# [Exercise materials]
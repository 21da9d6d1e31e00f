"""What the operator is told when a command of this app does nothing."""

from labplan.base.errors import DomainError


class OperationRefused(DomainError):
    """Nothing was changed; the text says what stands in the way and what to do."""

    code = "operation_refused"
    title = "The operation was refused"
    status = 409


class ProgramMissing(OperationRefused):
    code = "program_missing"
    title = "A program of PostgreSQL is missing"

# [Problem description]
Find all the lines with "code" in the data and copy them.

# [Exercise answer]
    code = "operation_refused"
    code = "program_missing"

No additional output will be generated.